# So you need a sponsor here?



## carman69 (Sep 2, 2011)

I will be glad to be a sponsor in model cars, my background is that I have been in model cars since I was 10 yrs old (1957), I have written for several model car mags, I single-handedly brought model car building to my unit in the Army in 1967 at Ft Polk, LA. I am the owner of several model car related groups on yahoo. I also have a forum on model building, I have taught at a school in an after-school program teaching kids (6th and 7th graders) to build model cars. I also have been teaching kids at my church the basics of model car building. I also collect old models and build them. I have about 5 built models, having had to downsize from ovr 500 (not enough room to keep them all). If you would like me to be a sponsor I would be honored, thanks.
Nathan:wave:


----------



## JamesInNC (Sep 17, 2011)

Nathan,
I'm not primarily a model car builder, more real space/sci-fi. I do enjoy building car kits that catch my eye, and built several dozen as a kid. Watching what the dedicated car modelers build here provides a lot of enjoyment as well as learning techniques in general.

So I for one welcome you to Hobby Talk and would be proud to have you sponsor the forum!

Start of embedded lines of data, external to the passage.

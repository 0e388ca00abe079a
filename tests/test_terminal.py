"""The terminal: tables fitted to a width, positions typed every way, the sites' zone checks,
the bad-row report and ``find``'s unknown names."""

from __future__ import annotations

import datetime as dt
import json
import re
import zoneinfo

import pytest

from skyplan import notices
from skyplan.cli import app
from skyplan.engine.ephemeris import configure_astropy_offline
from skyplan.errors import InputError, InputErrors
from skyplan.inputs import fieldvalues, sites, timeinput
from skyplan.inputs.site import Site, zone_warning
from skyplan.render import tables

configure_astropy_offline()

AT = "2026-12-18T21:00:00Z"


def run(capsys: pytest.CaptureFixture[str], *argv: str) -> tuple[int, str, str]:
    """Run ``skyplan ARGV``; return (exit status, stdout, stderr)."""
    notices.take()
    with pytest.raises(SystemExit) as exc:
        app.main(list(argv))
    out, err = capsys.readouterr()
    return int(exc.value.code or 0), out, err


# Every table command owned here, with arguments that give it long cells.
COMMANDS = {
    "night": ("night", "--demo"),
    "find": ("find", "M42", "Vega", "Jupiter", "HIP 27989", "NGC 7000", "IC 434",
             "--at", AT),
    "convert-horizon": ("convert", "--demo", "--at", AT),
    "convert-icrs": ("convert", "M42", "Vega", "--to", "fk5", "--equinox", "J2030.5"),
    "convert-galactic": ("convert", "05:35:17.3 -05:23:28", "--to", "galactic"),
    "clock": ("clock", "--demo", "--at", AT),
    "sites-list": ("sites", "list", "--demo"),
    "sites-show": ("sites", "show", "--demo", "Hollowmere"),
    "selfcheck": ("selfcheck",),
}


def _check_fits(out: str, width: int) -> None:
    assert out.strip(), "no table"
    assert "…" not in out  # nothing is ever cut
    for line in out.splitlines():
        assert len(line) <= width, f"{len(line)} > {width}: {line!r}"
        assert line == line.rstrip(), f"trailing spaces: {line!r}"


@pytest.mark.parametrize("width", [80, 100, 120])
@pytest.mark.parametrize("name", list(COMMANDS))
def test_tables_fit_columns(capsys, monkeypatch, name, width):
    monkeypatch.setenv("COLUMNS", str(width))
    status, out, err = run(capsys, *COMMANDS[name])
    assert status == 0, err
    _check_fits(out, width)


@pytest.mark.parametrize("name", ["night", "find", "clock", "convert-horizon"])
def test_piped_without_columns_is_100(capsys, monkeypatch, name):
    monkeypatch.delenv("COLUMNS", raising=False)
    assert tables.table_width() == tables.DEFAULT_WIDTH == 100
    status, out, err = run(capsys, *COMMANDS[name])
    assert status == 0, err
    _check_fits(out, 100)


def test_small_columns_read_as_minimum(monkeypatch):
    monkeypatch.setenv("COLUMNS", "12")
    assert tables.table_width() == tables.MIN_WIDTH
    assert tables.table_width(wide=True) is None


def test_wide_shows_every_column(capsys, monkeypatch):
    monkeypatch.setenv("COLUMNS", "80")
    _, narrow, _ = run(capsys, *COMMANDS["find"])
    status, wide, err = run(capsys, *COMMANDS["find"], "--wide")
    assert status == 0, err
    header = next(line for line in wide.splitlines() if line.startswith("name"))
    for col in ("identifier", "type", "RA", "Dec", "motion", "mag", "source"):
        assert col in header.split()
    assert "motion" not in narrow.splitlines()[2]  # moved below the table at 80 columns
    assert "Vega: motion pm +200.94" in narrow
    assert max(map(len, wide.splitlines())) > 80


def test_sheet_fates():
    """Shortening first, then the least important column's fate; notes keep the values."""
    sheet = tables.Sheet("t")
    sheet.column("key")
    sheet.column("long", rank=2, fate="note")
    sheet.column("gone", rank=3, fate="drop")
    sheet.add_row(("alpha-full", "a"), "x" * 30, "y" * 30)
    text = tables.render_text(sheet, width=40)  # shortening and dropping are enough
    assert text.splitlines()[2].split() == ["key", "long"] and "x" * 30 in text
    assert "y" * 30 not in text and "left out at 40 columns: gone" in text
    _check_fits(text, 40)
    text = tables.render_text(sheet, width=30)  # the note column moves below
    assert text.splitlines()[2] == "key" and "a: long" in text and "x" * 30 in text
    _check_fits(text, 30)
    assert "y" * 30 in tables.render_text(sheet, wide=True)


def test_last_resort_wraps_without_cutting():
    sheet = tables.Sheet()
    sheet.column("a")
    sheet.column("b")
    sheet.add_row("word " * 20, "other " * 20)
    text = tables.render_text(sheet, width=40)
    _check_fits(text, 40)
    assert text.count("word") == 20 and text.count("other") == 20


# ---------------------------------------------------------------- night


def test_night_events_in_time_order_and_moon_strip(capsys, monkeypatch):
    monkeypatch.setenv("COLUMNS", "80")
    status, out, err = run(capsys, *COMMANDS["night"])
    assert status == 0, err
    stamps = re.findall(r"^\S.*?(\d{4}-\d\d-\d\d \d\d:\d\d)\s", out, flags=re.M)
    assert len(stamps) >= 12
    assert stamps == sorted(stamps)
    lines = out.splitlines()
    first = lines.index(next(x for x in lines if x.startswith("moonrise")))
    sunset = lines.index(next(x for x in lines if x.startswith("sunset")))
    assert first < sunset  # the demo night's moonrise (13:34) comes before sunset
    hours = [x for x in lines if x.startswith("local hour")]
    alts = [x for x in lines if x.startswith("Moon alt.")]
    assert hours and len(hours) == len(alts)
    assert "dark (Sun below −18°) for" in out and "Sidereal time" in out


# ---------------------------------------------------------------- positions


# 05h35m17.3s = 83.8220833...°, -05°23′28″ = -5.3911111...° (arithmetic: 15 × hours;
# degrees + minutes/60 + seconds/3600); astropy's Angle reads them the same way.
RA_DEG = 15 * (5 + 35 / 60 + 17.3 / 3600)
DEC_DEG = -(5 + 23 / 60 + 28 / 3600)


def _galactic(capsys, *position: str) -> tuple[float, float]:
    status, out, err = run(capsys, "convert", *position, "--to", "galactic", "-f", "json")
    assert status == 0, err
    rec = json.loads(out)[0]
    return rec["l_deg"], rec["b_deg"]


def test_typed_positions_agree_with_decimal_degrees(capsys):
    from astropy.coordinates import Angle

    assert Angle("5h35m17.3s").deg == pytest.approx(RA_DEG, abs=1e-12)  # astropy reference
    assert Angle("-5d23m28s").deg == pytest.approx(DEC_DEG, abs=1e-12)
    want = _galactic(capsys, f"{RA_DEG!r}", f"{DEC_DEG!r}")
    for typed in (("05:35:17.3 -05:23:28",), ("05:35:17.3,-05:23:28",),
                  ("5h35m17.3s", "-5d23m28s"), ("5h35m17.3s -5d23m28s",),
                  ("05:35:17.3", "-05:23:28"), ("05 35 17.3 -05 23 28",)):
        assert _galactic(capsys, *typed) == pytest.approx(want, abs=1e-9), typed


def test_negative_angle_is_not_an_option(capsys):
    status, _, err = run(capsys, "convert", "5h35m17.3s", "-5d23m28s", "--to", "icrs")
    assert status == 0, err
    status, _, err = run(capsys, "convert", "-5.5", "10", "--from", "galactic", "--to", "icrs")
    assert status == 0, err


def test_name_with_space_is_still_a_name(capsys):
    status, out, err = run(capsys, "convert", "M 42", "--to", "icrs", "-f", "json")
    assert status == 0, err
    assert json.loads(out)[0]["name"] == "M 42"


def test_horizon_in_and_out_in_one_order(capsys):
    """--from horizon reads AZ ALT; the table lists az before alt; the round trip returns the
    ICRS position (refraction applied and removed, no refraction here)."""
    site = ("--demo", "--at", AT, "--no-refraction")
    status, out, err = run(capsys, "convert", f"{RA_DEG!r}", f"{DEC_DEG!r}", *site, "-f", "json")
    assert status == 0, err
    rec = json.loads(out)[0]
    status, table, _ = run(capsys, "convert", f"{RA_DEG!r}", f"{DEC_DEG!r}", *site)
    header = next(line for line in table.splitlines() if line.startswith("target")).split()
    assert header.index("az") < header.index("alt")
    status, out, err = run(capsys, "convert", f"{rec['az_deg']!r}", f"{rec['alt_deg']!r}",
                           "--from", "horizon", "--to", "icrs", *site, "-f", "json")
    assert status == 0, err
    back = json.loads(out)[0]
    assert back["ra_deg"] == pytest.approx(RA_DEG, abs=1e-6)
    assert back["dec_deg"] == pytest.approx(DEC_DEG, abs=1e-6)
    _, helptext, _ = run(capsys, "convert", "--help")
    assert "AZ ALT" in " ".join(helptext.split())


# ---------------------------------------------------------------- sites


def test_compass_and_sexagesimal_sites():
    s = sites.parse_site_spec("31:57:30N,111:35:48W,2096")
    assert s.lat_deg == pytest.approx(31 + 57 / 60 + 30 / 3600, abs=1e-12)
    assert s.lon_deg == pytest.approx(-(111 + 35 / 60 + 48 / 3600), abs=1e-12)
    assert s.elevation_m == 2096
    assert fieldvalues.compass_angle("S 33.5", "lat") == -33.5
    assert fieldvalues.compass_angle("20.25E", "lon") == 20.25
    for bad, axis in (("31N", "lon"), ("-31N", "lat"), ("10W", "lat")):
        with pytest.raises(ValueError):
            fieldvalues.compass_angle(bad, axis)
    with pytest.raises(InputError):
        sites.parse_site_spec("31:57:30N,111:35:48N")


SITES = """default = "flip"
[site.flip]
latitude = "31:57:30N"
longitude = 111.5967
zone = "America/Phoenix"
[site.good]
latitude = "31:57:30N"
longitude = "111:35:48W"
zone = "America/Phoenix"
[site.atlantic]
latitude = 30.0
longitude = -40.0
"""


def test_zone_warnings(tmp_path, capsys):
    path = tmp_path / "sites.toml"
    path.write_text(SITES)
    status, _, err = run(capsys, "clock", "--sites-file", str(path), "--site", "flip",
                         "--at", AT)
    assert status == 0
    warning = [x for x in err.splitlines() if "warning" in x]
    assert len(warning) == 1
    # timezonefinder: 31.96 N 111.60 E is in China; 111.60 W is Arizona (America/Phoenix)
    assert "Asia/Shanghai" in warning[0] and "longitude -111.5967" in warning[0]
    _, _, err = run(capsys, "clock", "--sites-file", str(path), "--site", "good", "--at", AT)
    assert "warning" not in err
    _, _, err = run(capsys, "clock", "--sites-file", str(path), "--site", "atlantic",
                    "--at", AT)
    assert "open sea" in err  # 30 N 40 W: mid-Atlantic, the nautical zone Etc/GMT+3
    _, _, err = run(capsys, "clock", "--site", "30,-40", "--at", AT)
    assert "open sea" in err


def test_zone_warning_quiet_for_wide_zones():
    # Kashgar (39.47 N, 75.99 E) keeps China's single zone far from its meridian (120 E);
    # Madrid lies 18 degrees west of Central European Time's meridian
    assert zone_warning(Site("kashgar", 39.47, 75.99, zone="Asia/Shanghai")) is None
    assert zone_warning(Site("madrid", 40.42, -3.70, zone="Europe/Madrid")) is None


def test_tomorrow(monkeypatch):
    zone = zoneinfo.ZoneInfo("Europe/Madrid")
    fixed = dt.datetime(2026, 12, 31, 22, 30, tzinfo=dt.UTC)  # 23:30 in Madrid
    monkeypatch.setattr(timeinput, "_now", lambda: fixed)
    assert timeinput.parse_night_date("tomorrow", zone) == dt.date(2027, 1, 1)
    assert timeinput.parse_night_date("Tomorrow ", zone) == dt.date(2027, 1, 1)
    assert timeinput.parse_night_date("today", zone) == dt.date(2026, 12, 31)


# ---------------------------------------------------------------- errors


def _bad_catalogue(tmp_path, rows: int):
    path = tmp_path / "bad.csv"
    path.write_text("name,ra,dec\n" + "".join(f"t{i},x{i},-5\n" for i in range(rows)))
    return path


def test_every_bad_row_on_its_own_line(tmp_path, capsys):
    path = _bad_catalogue(tmp_path, 11)
    status, out, err = run(capsys, "convert", str(path), "--to", "icrs")
    assert status == 2 and out == ""
    lines = err.splitlines()
    assert lines[0] == f"skyplan: 11 problems in {path}:"
    assert len(lines) == 12 and "…" not in err
    for k, line in enumerate(lines[1:]):
        assert line.startswith(f"skyplan:   {path}:{k + 2}, field 'ra': cannot read 'x{k}'")


def test_bad_rows_beyond_twenty(tmp_path, capsys):
    path = _bad_catalogue(tmp_path, 27)
    status, _, err = run(capsys, "convert", str(path), "--to", "icrs")
    lines = err.splitlines()
    assert status == 2 and len(lines) == 22
    assert lines[-1] == "skyplan:   and 7 more"
    errs = InputErrors([InputError("a", file="f", line=i) for i in range(3)])
    assert errs.lines() == ["3 problems in f:", "  f:0: a", "  f:1: a", "  f:2: a"]
    assert str(errs).startswith("3 problem(s): f:0: a; ")  # the one-line form stays


def test_find_marks_unknown_names(capsys, monkeypatch):
    monkeypatch.setenv("COLUMNS", "100")
    status, out, err = run(capsys, "find", "M42", "Vgea", "--at", AT)
    assert status == 0, err
    assert "1 of 2 names resolved" in out
    assert re.search(r"^Vgea\s+not found", out, flags=re.M)
    assert "closest known names: Vega" in out
    _check_fits(out, 100)
    status, out, err = run(capsys, "find", "Vgea", "Xyzzy-42", "--at", AT)
    assert status == 2 and out == ""
    assert "2 problems" in err and "Vgea" in err and "Xyzzy-42" in err


@pytest.mark.parametrize("command", ["night", "clock", "convert", "find", "selfcheck"])
def test_flags_show_no_type(capsys, command):
    status, out, _ = run(capsys, command, "--help")
    assert status == 0
    assert "<bool>" not in out and "--wide" in out


def test_polar_night_lists_missing_events_last(capsys, monkeypatch):
    # Longyearbyen, 78.2 N, in December: polar night (no sunset, no civil twilight)
    monkeypatch.setenv("COLUMNS", "80")
    status, out, err = run(capsys, "night", "--site", "78.2,15.6", "--date", "2026-12-18")
    assert status == 0, err
    _check_fits(out, 80)
    rows = [x for x in out.splitlines() if re.match(r"^(sunset|sunrise|civil|nautical|astro)", x)]
    dashed = [i for i, x in enumerate(rows) if "—" in x]
    timed = [i for i, x in enumerate(rows) if "—" not in x]
    assert dashed and timed and max(timed) < min(dashed)
    assert "not this night" in out and "Polar night" in out


def test_find_json_notes_unknown_names(capsys):
    status, out, err = run(capsys, "find", "M42", "Vgea", "-f", "json", "--at", AT)
    assert status == 0
    assert [r["query"] for r in json.loads(out)] == ["M42"]
    assert "skyplan: note: not found: Vgea" in err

I'd be interested in discussing with you privately about your teaching efforts for the after school crowd. Been thinking how I could share the hobby as there are no local clubs or hobby shops nearby catering to models. So PM me if you're willing to share some information.

Cheers,
James


----------



## s.moe (Jul 18, 2011)

carman69.....If you would be "Honored," This Forum, Would be "Honored," To have you become a sponser for it,, Sound's like your a model building crazy man, too.....Join in and start posting Pic's of them.......MOE.


----------



## steve123 (Feb 9, 2009)

If you are gonna sponsor the place might wanna do a little cleanin up.

Steve


----------



## Pete McKay (Dec 20, 2006)

steve123 said:


> If you are gonna sponsor the place might wanna do a little cleanin up.
> 
> Steve


Sponsors don't have moderating privileges.


----------



## harristotle (Aug 7, 2008)

steve123 said:


> If you are gonna sponsor the place might wanna do a little cleanin up.
> 
> Steve


Not quite sure what needs cleaned up anyways...


----------



## Just Plain Al (Sep 7, 1999)

harristotle said:


> Not quite sure what needs cleaned up anyways...


 
Well look. There's muddy footprints everywhere, grease on the door knobs, dishes in the sink, and I don't even want to know what Ians' dog is doing behind the couch!


----------



## harristotle (Aug 7, 2008)

Just Plain Al said:


> Well look. There's muddy footprints everywhere, grease on the door knobs, dishes in the sink, and I don't even want to know what Ians' dog is doing behind the couch!


I guess it is about time I run the dishwasher for the week... don't worry about Ian's dog though, it's just eating another sheet of decals


----------



## JamesInNC (Sep 17, 2011)

Just Plain Al said:


> Well look. There's muddy footprints everywhere, grease on the door knobs, dishes in the sink, and I don't even want to know what Ians' dog is doing behind the couch!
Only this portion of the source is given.